▶ **What you should do**: Copy each of the records exactly; leave nothing out.

▶ **Data to use**:
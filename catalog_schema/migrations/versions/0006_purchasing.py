# SPDX-License-Identifier: MIT
"""Purchasing: packs in the part's unit, preferred suppliers, the base currency and exchange
rates, the handling margin, deliveries on board, and the makers and models a supplier quotes by.

Rows recorded before this revision keep nulls: a catalogue entry's pack is then its ``pack_qty``
pieces, no supplier is preferred, and no rate, delivery or maker is known.

Revision ID: 0006
Revises: 0005
"""

import sqlalchemy as sa
from alembic import op

revision = "0006"
down_revision = "0005"
branch_labels = None
depends_on = None

# Frozen here, not imported from the tables.
PACK_CONTENT = "pack_content IS NULL OR pack_content > 0"
PURCHASING_CHECKS = {
    "one_row": "id = 1",
    "base_currency": "base_currency IS NULL OR length(base_currency) = 3",
    "handling_days": "handling_days IS NULL OR (handling_days >= 0 AND handling_days <= 365)",
}
RATE_CHECKS = {
    "currencies": "length(currency) = 3 AND length(base) = 3 AND currency <> base",
    "rate": "rate > 0",
}


def upgrade() -> None:
    with op.batch_alter_table("units") as batch:
        batch.add_column(sa.Column("maker", sa.String(), nullable=True))
        batch.add_column(sa.Column("model", sa.String(), nullable=True))
    with op.batch_alter_table("power_units") as batch:
        for name in ("pump_maker", "valve_maker", "valve_model"):
            batch.add_column(sa.Column(name, sa.String(), nullable=True))
    with op.batch_alter_table("suppliers") as batch:
        batch.add_column(sa.Column("preferred", sa.Boolean(), server_default="0", nullable=False))
    with op.batch_alter_table("catalogue_entries") as batch:
        batch.add_column(sa.Column("pack_content", sa.Float(), nullable=True))
        batch.add_column(sa.Column("pack_label", sa.String(), nullable=True))
        batch.create_check_constraint(op.f("ck_catalogue_entries_pack_content"), PACK_CONTENT)
    op.create_table(
        "part_suppliers",
        sa.Column("part_id", sa.Integer(), nullable=False),
        sa.Column("supplier_id", sa.Integer(), nullable=False),
        sa.Column("note", sa.String(), nullable=True),
        sa.PrimaryKeyConstraint("part_id", name="pk_part_suppliers"),
        sa.ForeignKeyConstraint(["part_id"], ["parts.id"], name="fk_part_suppliers_part_id_parts", ondelete="CASCADE"),
        sa.ForeignKeyConstraint(["supplier_id"], ["suppliers.id"], name="fk_part_suppliers_supplier_id_suppliers",
                                ondelete="CASCADE"),
    )
    op.create_table(
        "purchasing",
        sa.Column("id", sa.Integer(), nullable=False),
        sa.Column("base_currency", sa.String(), nullable=True),
        sa.Column("handling_days", sa.Integer(), nullable=True),
        sa.PrimaryKeyConstraint("id", name="pk_purchasing"),
        *[sa.CheckConstraint(sql, name=op.f(f"ck_purchasing_{label}")) for label, sql in PURCHASING_CHECKS.items()],
    )
    op.create_table(
        "exchange_rates",
        sa.Column("id", sa.Integer(), nullable=False),
        sa.Column("currency", sa.String(), nullable=False),
        sa.Column("base", sa.String(), nullable=False),
        sa.Column("rate", sa.Float(), nullable=False),
        sa.Column("set_on", sa.Date(), nullable=False),
        sa.Column("source", sa.String(), nullable=False),
        sa.PrimaryKeyConstraint("id", name="pk_exchange_rates"),
        sa.UniqueConstraint("currency", "base", "set_on", name="uq_exchange_rates_currency_base_set_on"),
        *[sa.CheckConstraint(sql, name=op.f(f"ck_exchange_rates_{label}")) for label, sql in RATE_CHECKS.items()],
    )
    op.create_table(
        "deliveries",
        sa.Column("id", sa.Integer(), nullable=False),
        sa.Column("vessel_id", sa.String(), nullable=False),
        sa.Column("port", sa.String(), nullable=False),
        sa.Column("due_on", sa.Date(), nullable=False),
        sa.Column("note", sa.String(), nullable=True),
        sa.PrimaryKeyConstraint("id", name="pk_deliveries"),
        sa.ForeignKeyConstraint(["vessel_id"], ["vessels.id"], name="fk_deliveries_vessel_id_vessels", ondelete="CASCADE"),
        sa.UniqueConstraint("vessel_id", "due_on", name="uq_deliveries_vessel_id_due_on"),
    )


def downgrade() -> None:
    for table in ("deliveries", "exchange_rates", "purchasing", "part_suppliers"):
        op.drop_table(table)
    with op.batch_alter_table("catalogue_entries") as batch:
        batch.drop_constraint(op.f("ck_catalogue_entries_pack_content"), type_="check")
        batch.drop_column("pack_label")
        batch.drop_column("pack_content")
    with op.batch_alter_table("suppliers") as batch:
        batch.drop_column("preferred")
    with op.batch_alter_table("power_units") as batch:
        for name in ("valve_model", "valve_maker", "pump_maker"):
            batch.drop_column(name)
    with op.batch_alter_table("units") as batch:
        batch.drop_column("model")
        batch.drop_column("maker")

▶ **Reply to the exercise**:
filename catalog_schema/migrations/versions/0006_purchasing.py
# SPDX-License-Identifier: MIT
"""Purchasing: packs in the part's unit, preferred suppliers, the base currency and exchange
rates, the handling margin, deliveries on board, and the makers and models a supplier quotes by.

Rows recorded before this revision keep nulls: a catalogue entry's pack is then its ``pack_qty``
pieces, no supplier is preferred, and no rate, delivery or maker is known.

Revision ID: 0006
Revises: 0005
"""

import sqlalchemy as sa
from alembic import op

revision = "0006"
down_revision = "0005"
branch_labels = None
depends_on = None

# Frozen here, not imported from the tables.
PACK_CONTENT = "pack_content IS NULL OR pack_content > 0"
PURCHASING_CHECKS = {
    "one_row": "id = 1",
    "base_currency": "base_currency IS NULL OR length(base_currency) = 3",
    "handling_days": "handling_days IS NULL OR (handling_days >= 0 AND handling_days <= 365)",
}
RATE_CHECKS = {
    "currencies": "length(currency) = 3 AND length(base) = 3 AND currency <> base",
    "rate": "rate > 0",
}


def upgrade() -> None:
    with op.batch_alter_table("units") as batch:
        batch.add_column(sa.Column("maker", sa.String(), nullable=True))
        batch.add_column(sa.Column("model", sa.String(), nullable=True))
    with op.batch_alter_table("power_units") as batch:
        for name in ("pump_maker", "valve_maker", "valve_model"):
            batch.add_column(sa.Column(name, sa.String(), nullable=True))
    with op.batch_alter_table("suppliers") as batch:
        batch.add_column(sa.Column("preferred", sa.Boolean(), server_default="0", nullable=False))
    with op.batch_alter_table("catalogue_entries") as batch:
        batch.add_column(sa.Column("pack_content", sa.Float(), nullable=True))
        batch.add_column(sa.Column("pack_label", sa.String(), nullable=True))
        batch.create_check_constraint(op.f("ck_catalogue_entries_pack_content"), PACK_CONTENT)
    op.create_table(
        "part_suppliers",
        sa.Column("part_id", sa.Integer(), nullable=False),
        sa.Column("supplier_id", sa.Integer(), nullable=False),
        sa.Column("note", sa.String(), nullable=True),
        sa.PrimaryKeyConstraint("part_id", name="pk_part_suppliers"),
        sa.ForeignKeyConstraint(["part_id"], ["parts.id"], name="fk_part_suppliers_part_id_parts", ondelete="CASCADE"),
        sa.ForeignKeyConstraint(["supplier_id"], ["suppliers.id"], name="fk_part_suppliers_supplier_id_suppliers",
                                ondelete="CASCADE"),
    )
    op.create_table(
        "purchasing",
        sa.Column("id", sa.Integer(), nullable=False),
        sa.Column("base_currency", sa.String(), nullable=True),
        sa.Column("handling_days", sa.Integer(), nullable=True),
        sa.PrimaryKeyConstraint("id", name="pk_purchasing"),
        *[sa.CheckConstraint(sql, name=op.f(f"ck_purchasing_{label}")) for label, sql in PURCHASING_CHECKS.items()],
    )
    op.create_table(
        "exchange_rates",
        sa.Column("id", sa.Integer(), nullable=False),
        sa.Column("currency", sa.String(), nullable=False),
        sa.Column("base", sa.String(), nullable=False),
        sa.Column("rate", sa.Float(), nullable=False),
        sa.Column("set_on", sa.Date(), nullable=False),
        sa.Column("source", sa.String(), nullable=False),
        sa.PrimaryKeyConstraint("id", name="pk_exchange_rates"),
        sa.UniqueConstraint("currency", "base", "set_on", name="uq_exchange_rates_currency_base_set_on"),
        *[sa.CheckConstraint(sql, name=op.f(f"ck_exchange_rates_{label}")) for label, sql in RATE_CHECKS.items()],
    )
    op.create_table(
        "deliveries",
        sa.Column("id", sa.Integer(), nullable=False),
        sa.Column("vessel_id", sa.String(), nullable=False),
        sa.Column("port", sa.String(), nullable=False),
        sa.Column("due_on", sa.Date(), nullable=False),
        sa.Column("note", sa.String(), nullable=True),
        sa.PrimaryKeyConstraint("id", name="pk_deliveries"),
        sa.ForeignKeyConstraint(["vessel_id"], ["vessels.id"], name="fk_deliveries_vessel_id_vessels", ondelete="CASCADE"),
        sa.UniqueConstraint("vessel_id", "due_on", name="uq_deliveries_vessel_id_due_on"),
    )


def downgrade() -> None:
    for table in ("deliveries", "exchange_rates", "purchasing", "part_suppliers"):
        op.drop_table(table)
    with op.batch_alter_table("catalogue_entries") as batch:
        batch.drop_constraint(op.f("ck_catalogue_entries_pack_content"), type_="check")
        batch.drop_column("pack_label")
        batch.drop_column("pack_content")
    with op.batch_alter_table("suppliers") as batch:
        batch.drop_column("preferred")
    with op.batch_alter_table("power_units") as batch:
        for name in ("valve_model", "valve_maker", "pump_maker"):
            batch.drop_column(name)
    with op.batch_alter_table("units") as batch:
        batch.drop_column("model")
        batch.drop_column("maker")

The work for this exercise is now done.